What is required ->
If a line in the data below contains the word "routed", copy it out.

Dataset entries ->
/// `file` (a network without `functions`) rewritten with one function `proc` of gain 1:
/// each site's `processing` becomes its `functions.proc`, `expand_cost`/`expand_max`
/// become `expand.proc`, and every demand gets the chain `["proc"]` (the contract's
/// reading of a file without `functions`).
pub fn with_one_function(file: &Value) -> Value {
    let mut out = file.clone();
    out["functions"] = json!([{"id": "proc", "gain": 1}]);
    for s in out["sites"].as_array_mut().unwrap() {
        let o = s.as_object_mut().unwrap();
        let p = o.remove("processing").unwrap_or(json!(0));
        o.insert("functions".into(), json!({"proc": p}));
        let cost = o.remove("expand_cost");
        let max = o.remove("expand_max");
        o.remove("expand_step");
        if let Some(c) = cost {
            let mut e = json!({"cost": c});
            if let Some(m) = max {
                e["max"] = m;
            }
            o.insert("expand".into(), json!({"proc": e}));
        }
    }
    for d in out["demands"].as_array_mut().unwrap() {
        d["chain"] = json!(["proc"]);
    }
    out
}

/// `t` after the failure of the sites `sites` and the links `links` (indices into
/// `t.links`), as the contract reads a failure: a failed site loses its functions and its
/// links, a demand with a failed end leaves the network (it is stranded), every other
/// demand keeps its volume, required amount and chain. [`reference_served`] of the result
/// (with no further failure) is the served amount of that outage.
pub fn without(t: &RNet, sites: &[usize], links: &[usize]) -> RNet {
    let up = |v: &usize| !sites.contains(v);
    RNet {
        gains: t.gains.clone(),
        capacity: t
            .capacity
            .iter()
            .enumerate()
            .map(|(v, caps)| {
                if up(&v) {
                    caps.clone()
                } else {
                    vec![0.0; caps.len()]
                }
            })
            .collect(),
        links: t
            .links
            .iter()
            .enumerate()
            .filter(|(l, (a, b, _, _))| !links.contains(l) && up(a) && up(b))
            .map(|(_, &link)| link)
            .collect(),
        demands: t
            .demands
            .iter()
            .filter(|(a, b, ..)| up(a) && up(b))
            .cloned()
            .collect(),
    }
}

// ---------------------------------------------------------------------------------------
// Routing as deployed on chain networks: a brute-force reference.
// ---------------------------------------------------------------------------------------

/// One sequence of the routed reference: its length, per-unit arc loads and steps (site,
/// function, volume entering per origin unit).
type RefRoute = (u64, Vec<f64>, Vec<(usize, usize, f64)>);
--
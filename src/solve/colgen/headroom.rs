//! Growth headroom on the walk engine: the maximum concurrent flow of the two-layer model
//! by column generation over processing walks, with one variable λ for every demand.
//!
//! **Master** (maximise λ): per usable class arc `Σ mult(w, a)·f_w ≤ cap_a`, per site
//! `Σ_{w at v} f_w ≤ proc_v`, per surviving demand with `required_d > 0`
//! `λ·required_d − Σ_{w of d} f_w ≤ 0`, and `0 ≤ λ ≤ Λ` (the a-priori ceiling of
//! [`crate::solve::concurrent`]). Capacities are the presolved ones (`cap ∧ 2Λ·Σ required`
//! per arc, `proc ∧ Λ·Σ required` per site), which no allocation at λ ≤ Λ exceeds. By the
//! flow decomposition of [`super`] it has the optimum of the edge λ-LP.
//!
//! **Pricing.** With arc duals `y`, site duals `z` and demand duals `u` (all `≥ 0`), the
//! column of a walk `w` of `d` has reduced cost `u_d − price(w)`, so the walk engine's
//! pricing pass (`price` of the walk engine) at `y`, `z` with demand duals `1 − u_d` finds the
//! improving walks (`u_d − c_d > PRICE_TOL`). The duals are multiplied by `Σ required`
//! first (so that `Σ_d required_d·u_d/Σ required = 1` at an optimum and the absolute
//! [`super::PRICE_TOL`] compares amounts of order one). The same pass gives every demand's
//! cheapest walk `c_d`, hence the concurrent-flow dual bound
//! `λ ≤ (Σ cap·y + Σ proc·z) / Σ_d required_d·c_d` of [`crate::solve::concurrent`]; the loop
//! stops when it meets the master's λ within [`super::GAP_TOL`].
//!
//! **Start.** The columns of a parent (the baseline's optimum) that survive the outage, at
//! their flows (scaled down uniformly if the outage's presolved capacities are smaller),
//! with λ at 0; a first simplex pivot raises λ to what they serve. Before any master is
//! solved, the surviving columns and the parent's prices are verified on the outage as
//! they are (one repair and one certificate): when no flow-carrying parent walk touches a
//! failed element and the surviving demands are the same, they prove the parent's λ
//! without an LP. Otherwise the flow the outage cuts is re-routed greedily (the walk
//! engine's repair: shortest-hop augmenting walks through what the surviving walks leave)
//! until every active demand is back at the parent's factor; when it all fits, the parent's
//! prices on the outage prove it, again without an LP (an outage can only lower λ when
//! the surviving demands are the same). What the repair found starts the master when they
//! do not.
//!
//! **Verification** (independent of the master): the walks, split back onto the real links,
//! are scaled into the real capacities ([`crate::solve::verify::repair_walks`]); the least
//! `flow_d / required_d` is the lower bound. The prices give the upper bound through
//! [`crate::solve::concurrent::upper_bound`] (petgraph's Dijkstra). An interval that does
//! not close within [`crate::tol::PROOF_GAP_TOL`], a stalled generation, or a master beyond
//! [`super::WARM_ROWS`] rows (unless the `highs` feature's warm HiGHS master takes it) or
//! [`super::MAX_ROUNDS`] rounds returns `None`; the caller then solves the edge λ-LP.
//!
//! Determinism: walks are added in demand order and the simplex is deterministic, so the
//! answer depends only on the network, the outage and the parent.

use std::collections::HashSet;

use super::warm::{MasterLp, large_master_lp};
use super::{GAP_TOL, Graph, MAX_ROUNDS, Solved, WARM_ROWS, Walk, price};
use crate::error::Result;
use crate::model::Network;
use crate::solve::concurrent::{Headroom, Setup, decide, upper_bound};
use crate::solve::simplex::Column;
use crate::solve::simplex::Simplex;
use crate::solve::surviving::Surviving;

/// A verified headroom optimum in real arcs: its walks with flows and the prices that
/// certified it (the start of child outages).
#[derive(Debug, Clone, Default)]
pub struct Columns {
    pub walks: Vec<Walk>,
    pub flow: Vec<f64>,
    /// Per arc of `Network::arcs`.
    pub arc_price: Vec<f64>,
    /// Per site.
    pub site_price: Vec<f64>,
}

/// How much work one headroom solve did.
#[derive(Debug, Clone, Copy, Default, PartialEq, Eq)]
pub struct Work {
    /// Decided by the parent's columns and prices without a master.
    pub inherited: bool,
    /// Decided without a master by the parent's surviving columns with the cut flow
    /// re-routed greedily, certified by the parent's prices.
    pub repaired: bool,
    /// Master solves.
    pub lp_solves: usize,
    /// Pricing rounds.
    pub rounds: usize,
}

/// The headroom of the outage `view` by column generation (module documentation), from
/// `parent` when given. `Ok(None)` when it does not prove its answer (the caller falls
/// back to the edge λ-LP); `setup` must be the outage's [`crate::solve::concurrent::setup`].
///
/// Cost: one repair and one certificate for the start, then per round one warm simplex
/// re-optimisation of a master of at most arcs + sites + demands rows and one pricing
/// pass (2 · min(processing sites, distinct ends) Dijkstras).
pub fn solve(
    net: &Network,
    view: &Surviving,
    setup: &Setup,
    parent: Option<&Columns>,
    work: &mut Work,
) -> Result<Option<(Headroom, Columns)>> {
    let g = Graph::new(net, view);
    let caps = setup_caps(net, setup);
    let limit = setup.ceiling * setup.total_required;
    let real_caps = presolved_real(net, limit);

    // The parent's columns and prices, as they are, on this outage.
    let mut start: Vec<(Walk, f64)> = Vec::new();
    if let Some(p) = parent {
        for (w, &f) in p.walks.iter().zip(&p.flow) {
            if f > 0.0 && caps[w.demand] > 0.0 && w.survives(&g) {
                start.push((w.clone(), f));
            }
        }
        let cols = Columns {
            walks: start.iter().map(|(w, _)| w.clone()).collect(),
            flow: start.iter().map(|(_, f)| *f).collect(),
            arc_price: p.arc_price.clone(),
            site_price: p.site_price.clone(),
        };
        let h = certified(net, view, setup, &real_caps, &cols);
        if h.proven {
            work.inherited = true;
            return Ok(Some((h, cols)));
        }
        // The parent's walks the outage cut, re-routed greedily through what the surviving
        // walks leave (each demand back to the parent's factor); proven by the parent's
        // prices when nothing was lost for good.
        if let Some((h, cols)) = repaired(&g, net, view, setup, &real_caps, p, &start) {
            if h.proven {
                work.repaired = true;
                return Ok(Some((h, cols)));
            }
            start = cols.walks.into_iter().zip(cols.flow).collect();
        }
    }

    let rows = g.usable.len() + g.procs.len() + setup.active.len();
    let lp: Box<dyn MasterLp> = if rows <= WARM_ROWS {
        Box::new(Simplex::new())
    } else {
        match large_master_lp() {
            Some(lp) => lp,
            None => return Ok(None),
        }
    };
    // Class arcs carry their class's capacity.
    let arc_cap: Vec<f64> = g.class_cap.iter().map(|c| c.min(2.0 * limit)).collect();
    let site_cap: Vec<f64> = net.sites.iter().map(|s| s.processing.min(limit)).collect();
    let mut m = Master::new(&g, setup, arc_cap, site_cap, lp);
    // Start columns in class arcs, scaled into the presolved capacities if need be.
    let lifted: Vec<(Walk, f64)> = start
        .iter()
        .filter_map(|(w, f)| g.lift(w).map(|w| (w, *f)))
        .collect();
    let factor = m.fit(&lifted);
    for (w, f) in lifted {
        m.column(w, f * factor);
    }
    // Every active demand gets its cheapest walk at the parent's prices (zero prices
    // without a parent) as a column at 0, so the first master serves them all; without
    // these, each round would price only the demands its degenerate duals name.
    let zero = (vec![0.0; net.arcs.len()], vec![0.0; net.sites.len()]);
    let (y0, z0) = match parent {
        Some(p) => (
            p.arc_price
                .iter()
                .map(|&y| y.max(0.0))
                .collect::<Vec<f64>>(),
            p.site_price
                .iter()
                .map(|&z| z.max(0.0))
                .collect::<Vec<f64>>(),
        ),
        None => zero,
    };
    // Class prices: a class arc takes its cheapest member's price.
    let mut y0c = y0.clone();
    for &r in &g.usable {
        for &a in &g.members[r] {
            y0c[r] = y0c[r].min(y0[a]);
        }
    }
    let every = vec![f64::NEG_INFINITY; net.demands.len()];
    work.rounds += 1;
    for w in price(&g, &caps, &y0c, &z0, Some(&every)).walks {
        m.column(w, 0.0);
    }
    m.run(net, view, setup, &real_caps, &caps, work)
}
--
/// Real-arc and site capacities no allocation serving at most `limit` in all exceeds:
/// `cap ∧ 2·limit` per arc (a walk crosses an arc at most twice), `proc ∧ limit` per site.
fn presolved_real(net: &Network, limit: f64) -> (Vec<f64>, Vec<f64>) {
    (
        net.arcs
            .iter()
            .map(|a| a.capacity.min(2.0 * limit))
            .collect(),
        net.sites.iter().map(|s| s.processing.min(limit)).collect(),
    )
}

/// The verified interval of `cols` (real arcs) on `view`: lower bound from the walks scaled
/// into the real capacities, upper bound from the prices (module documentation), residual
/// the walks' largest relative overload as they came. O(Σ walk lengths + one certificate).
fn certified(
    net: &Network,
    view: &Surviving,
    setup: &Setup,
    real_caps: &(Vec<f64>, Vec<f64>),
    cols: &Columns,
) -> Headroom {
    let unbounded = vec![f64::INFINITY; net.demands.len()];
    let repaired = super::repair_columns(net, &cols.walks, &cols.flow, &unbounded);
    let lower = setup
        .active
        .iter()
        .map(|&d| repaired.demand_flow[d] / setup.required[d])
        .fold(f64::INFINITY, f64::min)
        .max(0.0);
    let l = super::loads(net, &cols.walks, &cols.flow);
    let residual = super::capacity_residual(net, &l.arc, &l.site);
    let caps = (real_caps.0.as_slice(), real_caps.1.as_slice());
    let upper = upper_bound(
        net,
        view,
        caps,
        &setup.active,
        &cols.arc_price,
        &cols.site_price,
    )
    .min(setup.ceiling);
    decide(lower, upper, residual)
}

Solution for this problem ->
/// One sequence of the routed reference: its length, per-unit arc loads and steps (site,
//! without an LP. Otherwise the flow the outage cuts is re-routed greedily (the walk
    /// re-routed greedily, certified by the parent's prices.
        // The parent's walks the outage cut, re-routed greedily through what the surviving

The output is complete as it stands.